■ Exercise:
Each entry must be returned exactly. None may be omitted.

[Entries taken from a collection]
=== Begin Enclosure ===
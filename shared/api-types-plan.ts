import type { CurrentSource, WaterLevelSource } from './seadata/water-level';
import type { CurrentStationInfo } from './api-types-sites';
import type { SeaStateColumns } from './api-types-datasets';
// Plan answers shared by the API and the client.
import type { HourStatus, LimitCheck } from './engine/explain-hour';
import type { TransformChain } from './waves';

export type { HourStatus, LimitCheck };

export interface PlanWindow {
  start: string;
  end: string;
  hours: number;
  minMargin: { perLimit: Record<string, number>; relative: number };
  /**
   * Ensemble chance that [start, start + TR) is wholly workable: the share of runs (control and
   * members, on OPLIM) with a go-start at the window's start; null without an ensemble
   * (docs/domain.md#forecast-uncertainty).
   */
  chance: number | null;
}

export interface OperationSitePlan {
  operationId: string;
  operationName: string;
  siteId: string;
  siteName: string;
  timeZone: string;
  tpop: number;
  tc: number;
  tr: number;
  weatherRestricted: boolean;
  /**
   * Not weather-restricted (not marked so, TPOP above 72 h or TR above 96 h; docs/domain.md#convention-5): the
   * statuses are against OPLIM for information only, labelled "not weather-restricted"; there are
   * never windows, an earliest start or "may start now".
   */
  informationOnly: boolean;
  skipperIds: string[];
  windows: PlanWindow[];
  earliestStart: string | null;
  startNow: boolean;
  /** Hourly statuses from `times[0]`; `times` are ISO UTC record starts. */
  times: string[];
  status: HourStatus[];
  /** The deciding limit per hour (null when none, e.g. no limit broken and margins equal). */
  limiting: (string | null)[];
  /** Smallest relative margin per hour (limit - value)/limit; null = no data. */
  marginRel: (number | null)[];
  /**
   * Ensemble chance of workable per hour (0-1: the share of runs, control and members, workable on
   * OPLIM), null without an ensemble (docs/domain.md#forecast-uncertainty).
   */
  chance: number[] | null;
  /**
   * Per hour, the ensemble chance that [t, t + TR) is wholly workable (the share of runs with a
   * go-start there); null without an ensemble or for an operation that is not weather-restricted.
   */
  startChance: number[] | null;
  /** Occurrences of a recurring operation in the horizon, judged on [start, start + TR). */
  occurrences: { start: string; status: OccurrenceStatus }[];
}

/** An occurrence's judgement; "information" for an operation that is not weather-restricted (never go). */
export type OccurrenceStatus = 'go' | 'marginal' | 'no_go' | 'no_data' | 'information';

export interface PlanAnswer {
  dataset: { id: string; name: string; kind: string; issuedAt: string | null; start: string; end: string } | null;
  generatedAt: string;
  /** The stretch planned (at most 31 days) and the time it is planned as at ("now" for a forecast). */
  span?: { from: string; to: string; asAt: string };
  alpha: boolean;
  stepMinutes: number;
  /** Runs of the ensemble behind the chances (control + members), null for a single forecast. */
  ensemble?: { runs: number } | null;
  plans: OperationSitePlan[];
}

export interface HourChainAnswer {
  time: string;
  operationId: string;
  siteId: string;
  dataPoint: { depthM: number | null; hs: number | null; tp: number | null; tz: number | null; dir: number | null; wind: number | null };
  transform: TransformChain;
  /**
   * depthM: the chart depth; waterLevel: m above chart datum (null without a tide); depth: the
   * still-water depth h = depthM + waterLevel the chain used (docs/domain.md#tide); waterLevelSource:
   * where the water level came from; current: m/s or null, the dataset's (surface or depth-averaged,
   * as it gives it) or else the predicted tidal current of the worksite's current station;
   * currentDir: degrees the water flows towards (oceanographic convention), or null; currentSource:
   * where the current came from; currentStation: the station's name when the current was predicted.
   */
  site: {
    depthM: number;
    waterLevel: number | null;
    waterLevelSource: WaterLevelSource;
    depth: number;
    current: number | null;
    currentDir: number | null;
    currentSource: CurrentSource;
    currentStation: string | null;
    hs: number | null;
    bedVelocityLinear: number | null;
    bedVelocitySoulsby: number | null;
    wind: number | null;
    /** Worksite Tp: the most energetic partition's when the hour is combined from partitions (docs/domain.md#partitions). */
    tp?: number | null;
    dir?: number | null;
  };
  /**
   * The sea's partitions at the data point and at the worksite (docs/domain.md#partitions), when
   * the dataset gives them and this hour is combined from them; absent otherwise. Hs 0 = absent.
   */
  partitions?: {
    name: 'windSea' | 'swell1' | 'swell2';
    dataPoint: { hs: number | null; tp: number | null; dir: number | null };
    site: { hs: number | null; tp: number | null; dir: number | null };
  }[];
  status: HourStatus;
  checks: LimitCheck[];
  /** The operation is not weather-restricted: the hour is shown against OPLIM for information only. */
  informationOnly: boolean;
  /**
   * The ensemble's spread at the worksite in this hour (docs/domain.md#forecast-uncertainty): Hs of
   * every run (control and members) through the same chain, min, P10, P50, P90 (type 7
   * quantiles), max, m; `withData` runs had a value. Null for a forecast without members.
   */
  ensemble: {
    runs: number;
    withData: number;
    hs: { min: number | null; p10: number | null; p50: number | null; p90: number | null; max: number | null };
  } | null;
}

export interface ConditionsAnswer extends SeaStateColumns {
  siteId: string;
  timeZone: string;
  times: string[];
  bedVelocityLinear: (number | null)[];
  bedVelocitySoulsby: (number | null)[];
  flags: number[];
  /** Water level above chart datum, m (null without a tide), and the still-water depth h, m (docs/domain.md#tide). */
  waterLevel: (number | null)[];
  /** Where each record's water level came from (docs/domain.md#tide). */
  waterLevelSource: WaterLevelSource[];
  depth: (number | null)[];
  /**
   * Current speed, m/s (null where unknown): the dataset's where it has one, else the predicted
   * tidal current of the worksite's current station (docs/domain.md#tide).
   */
  current: (number | null)[];
  /** Where each record's current came from. */
  currentSource: CurrentSource[];
  /** The worksite's current station (null: none chosen) and the cautions shown with a predicted current. */
  currentStation: CurrentStationInfo | null;
  currentCautions: readonly string[];
  /**
   * Worksite Hs of the swell (both swells together) and of the wind sea, m, where the dataset gives
   * partitions (docs/domain.md#partitions); absent otherwise, null where unknown.
   */
  swellHs?: (number | null)[];
  windSeaHs?: (number | null)[];
  /** Current direction, degrees the water flows towards (oceanographic convention; null where unknown). */
  currentDir: (number | null)[];
  operations: {
    id: string;
    name: string;
    hsMax: number | null;
    hsMaxForecast: number | null;
    windMax: number | null;
    bedVelocityMax: number | null;
    bedVelocityMethod: string | null;
    minDepth?: number | null;
    maxDepth?: number | null;
    currentMax?: number | null;
    /**
     * Vessel-response limits (docs/domain.md#vessel-response), present only for an operation that
     * has them: per hour the governing response (index into `limits`, null: no data), its R / R_lim
     * (1 = the operation limit), its R, and its forecast limit as a ratio of R_lim (alpha at the
     * equivalent Hs limit).
     */
    responses?: {
      limits: { response: string; label: string; unit: string; statistic: 'significant' | 'mpm'; durationH: number; max: number }[];
      governing: (number | null)[];
      ratio: (number | null)[];
      value: (number | null)[];
      forecastRatio: (number | null)[];
    };
  }[];
}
=== End Enclosure ===
■ Response to this exercise:
filename shared/api-types-plan.ts
import type { CurrentSource, WaterLevelSource } from './seadata/water-level';
import type { CurrentStationInfo } from './api-types-sites';
import type { SeaStateColumns } from './api-types-datasets';
// Plan answers shared by the API and the client.
import type { HourStatus, LimitCheck } from './engine/explain-hour';
import type { TransformChain } from './waves';

export type { HourStatus, LimitCheck };

export interface PlanWindow {
  start: string;
  end: string;
  hours: number;
  minMargin: { perLimit: Record<string, number>; relative: number };
  /**
   * Ensemble chance that [start, start + TR) is wholly workable: the share of runs (control and
   * members, on OPLIM) with a go-start at the window's start; null without an ensemble
   * (docs/domain.md#forecast-uncertainty).
   */
  chance: number | null;
}

export interface OperationSitePlan {
  operationId: string;
  operationName: string;
  siteId: string;
  siteName: string;
  timeZone: string;
  tpop: number;
  tc: number;
  tr: number;
  weatherRestricted: boolean;
  /**
   * Not weather-restricted (not marked so, TPOP above 72 h or TR above 96 h; docs/domain.md#convention-5): the
   * statuses are against OPLIM for information only, labelled "not weather-restricted"; there are
   * never windows, an earliest start or "may start now".
   */
  informationOnly: boolean;
  skipperIds: string[];
  windows: PlanWindow[];
  earliestStart: string | null;
  startNow: boolean;
  /** Hourly statuses from `times[0]`; `times` are ISO UTC record starts. */
  times: string[];
  status: HourStatus[];
  /** The deciding limit per hour (null when none, e.g. no limit broken and margins equal). */
  limiting: (string | null)[];
  /** Smallest relative margin per hour (limit - value)/limit; null = no data. */
  marginRel: (number | null)[];
  /**
   * Ensemble chance of workable per hour (0-1: the share of runs, control and members, workable on
   * OPLIM), null without an ensemble (docs/domain.md#forecast-uncertainty).
   */
  chance: number[] | null;
  /**
   * Per hour, the ensemble chance that [t, t + TR) is wholly workable (the share of runs with a
   * go-start there); null without an ensemble or for an operation that is not weather-restricted.
   */
  startChance: number[] | null;
  /** Occurrences of a recurring operation in the horizon, judged on [start, start + TR). */
  occurrences: { start: string; status: OccurrenceStatus }[];
}

/** An occurrence's judgement; "information" for an operation that is not weather-restricted (never go). */
export type OccurrenceStatus = 'go' | 'marginal' | 'no_go' | 'no_data' | 'information';

export interface PlanAnswer {
  dataset: { id: string; name: string; kind: string; issuedAt: string | null; start: string; end: string } | null;
  generatedAt: string;
  /** The stretch planned (at most 31 days) and the time it is planned as at ("now" for a forecast). */
  span?: { from: string; to: string; asAt: string };
  alpha: boolean;
  stepMinutes: number;
  /** Runs of the ensemble behind the chances (control + members), null for a single forecast. */
  ensemble?: { runs: number } | null;
  plans: OperationSitePlan[];
}

export interface HourChainAnswer {
  time: string;
  operationId: string;
  siteId: string;
  dataPoint: { depthM: number | null; hs: number | null; tp: number | null; tz: number | null; dir: number | null; wind: number | null };
  transform: TransformChain;
  /**
   * depthM: the chart depth; waterLevel: m above chart datum (null without a tide); depth: the
   * still-water depth h = depthM + waterLevel the chain used (docs/domain.md#tide); waterLevelSource:
   * where the water level came from; current: m/s or null, the dataset's (surface or depth-averaged,
   * as it gives it) or else the predicted tidal current of the worksite's current station;
   * currentDir: degrees the water flows towards (oceanographic convention), or null; currentSource:
   * where the current came from; currentStation: the station's name when the current was predicted.
   */
  site: {
    depthM: number;
    waterLevel: number | null;
    waterLevelSource: WaterLevelSource;
    depth: number;
    current: number | null;
    currentDir: number | null;
    currentSource: CurrentSource;
    currentStation: string | null;
    hs: number | null;
    bedVelocityLinear: number | null;
    bedVelocitySoulsby: number | null;
    wind: number | null;
    /** Worksite Tp: the most energetic partition's when the hour is combined from partitions (docs/domain.md#partitions). */
    tp?: number | null;
    dir?: number | null;
  };
  /**
   * The sea's partitions at the data point and at the worksite (docs/domain.md#partitions), when
   * the dataset gives them and this hour is combined from them; absent otherwise. Hs 0 = absent.
   */
  partitions?: {
    name: 'windSea' | 'swell1' | 'swell2';
    dataPoint: { hs: number | null; tp: number | null; dir: number | null };
    site: { hs: number | null; tp: number | null; dir: number | null };
  }[];
  status: HourStatus;
  checks: LimitCheck[];
  /** The operation is not weather-restricted: the hour is shown against OPLIM for information only. */
  informationOnly: boolean;
  /**
   * The ensemble's spread at the worksite in this hour (docs/domain.md#forecast-uncertainty): Hs of
   * every run (control and members) through the same chain, min, P10, P50, P90 (type 7
   * quantiles), max, m; `withData` runs had a value. Null for a forecast without members.
   */
  ensemble: {
    runs: number;
    withData: number;
    hs: { min: number | null; p10: number | null; p50: number | null; p90: number | null; max: number | null };
  } | null;
}

export interface ConditionsAnswer extends SeaStateColumns {
  siteId: string;
  timeZone: string;
  times: string[];
  bedVelocityLinear: (number | null)[];
  bedVelocitySoulsby: (number | null)[];
  flags: number[];
  /** Water level above chart datum, m (null without a tide), and the still-water depth h, m (docs/domain.md#tide). */
  waterLevel: (number | null)[];
  /** Where each record's water level came from (docs/domain.md#tide). */
  waterLevelSource: WaterLevelSource[];
  depth: (number | null)[];
  /**
   * Current speed, m/s (null where unknown): the dataset's where it has one, else the predicted
   * tidal current of the worksite's current station (docs/domain.md#tide).
   */
  current: (number | null)[];
  /** Where each record's current came from. */
  currentSource: CurrentSource[];
  /** The worksite's current station (null: none chosen) and the cautions shown with a predicted current. */
  currentStation: CurrentStationInfo | null;
  currentCautions: readonly string[];
  /**
   * Worksite Hs of the swell (both swells together) and of the wind sea, m, where the dataset gives
   * partitions (docs/domain.md#partitions); absent otherwise, null where unknown.
   */
  swellHs?: (number | null)[];
  windSeaHs?: (number | null)[];
  /** Current direction, degrees the water flows towards (oceanographic convention; null where unknown). */
  currentDir: (number | null)[];
  operations: {
    id: string;
    name: string;
    hsMax: number | null;
    hsMaxForecast: number | null;
    windMax: number | null;
    bedVelocityMax: number | null;
    bedVelocityMethod: string | null;
    minDepth?: number | null;
    maxDepth?: number | null;
    currentMax?: number | null;
    /**
     * Vessel-response limits (docs/domain.md#vessel-response), present only for an operation that
     * has them: per hour the governing response (index into `limits`, null: no data), its R / R_lim
     * (1 = the operation limit), its R, and its forecast limit as a ratio of R_lim (alpha at the
     * equivalent Hs limit).
     */
    responses?: {
      limits: { response: string; label: string; unit: string; statistic: 'significant' | 'mpm'; durationH: number; max: number }[];
      governing: (number | null)[];
      ratio: (number | null)[];
      value: (number | null)[];
      forecastRatio: (number | null)[];
    };
  }[];
}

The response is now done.